Collected data>
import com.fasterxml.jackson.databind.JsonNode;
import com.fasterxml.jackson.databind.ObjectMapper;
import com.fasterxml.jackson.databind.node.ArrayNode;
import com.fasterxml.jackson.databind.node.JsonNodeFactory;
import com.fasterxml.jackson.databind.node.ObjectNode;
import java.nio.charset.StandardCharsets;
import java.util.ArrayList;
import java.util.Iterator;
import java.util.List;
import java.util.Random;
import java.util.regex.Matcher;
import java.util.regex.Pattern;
==
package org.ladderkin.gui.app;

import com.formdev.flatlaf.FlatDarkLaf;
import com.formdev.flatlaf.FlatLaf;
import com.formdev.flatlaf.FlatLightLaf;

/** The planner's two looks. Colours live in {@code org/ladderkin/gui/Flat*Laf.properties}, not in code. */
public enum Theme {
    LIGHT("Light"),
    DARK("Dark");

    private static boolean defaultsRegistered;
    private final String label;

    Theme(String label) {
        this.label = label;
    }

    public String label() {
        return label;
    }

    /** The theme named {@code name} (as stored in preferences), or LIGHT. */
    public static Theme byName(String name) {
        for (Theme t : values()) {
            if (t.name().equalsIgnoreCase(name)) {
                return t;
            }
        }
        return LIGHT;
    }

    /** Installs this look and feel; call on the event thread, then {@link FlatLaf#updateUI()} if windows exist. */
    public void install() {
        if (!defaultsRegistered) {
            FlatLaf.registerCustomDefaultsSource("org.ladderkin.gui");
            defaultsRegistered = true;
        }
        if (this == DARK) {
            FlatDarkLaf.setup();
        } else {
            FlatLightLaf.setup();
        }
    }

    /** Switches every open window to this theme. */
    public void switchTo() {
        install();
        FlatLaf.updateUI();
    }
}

Task to carry out> Examine the records and report how many lines contain the string "static". Only the number should be given.

Response> 2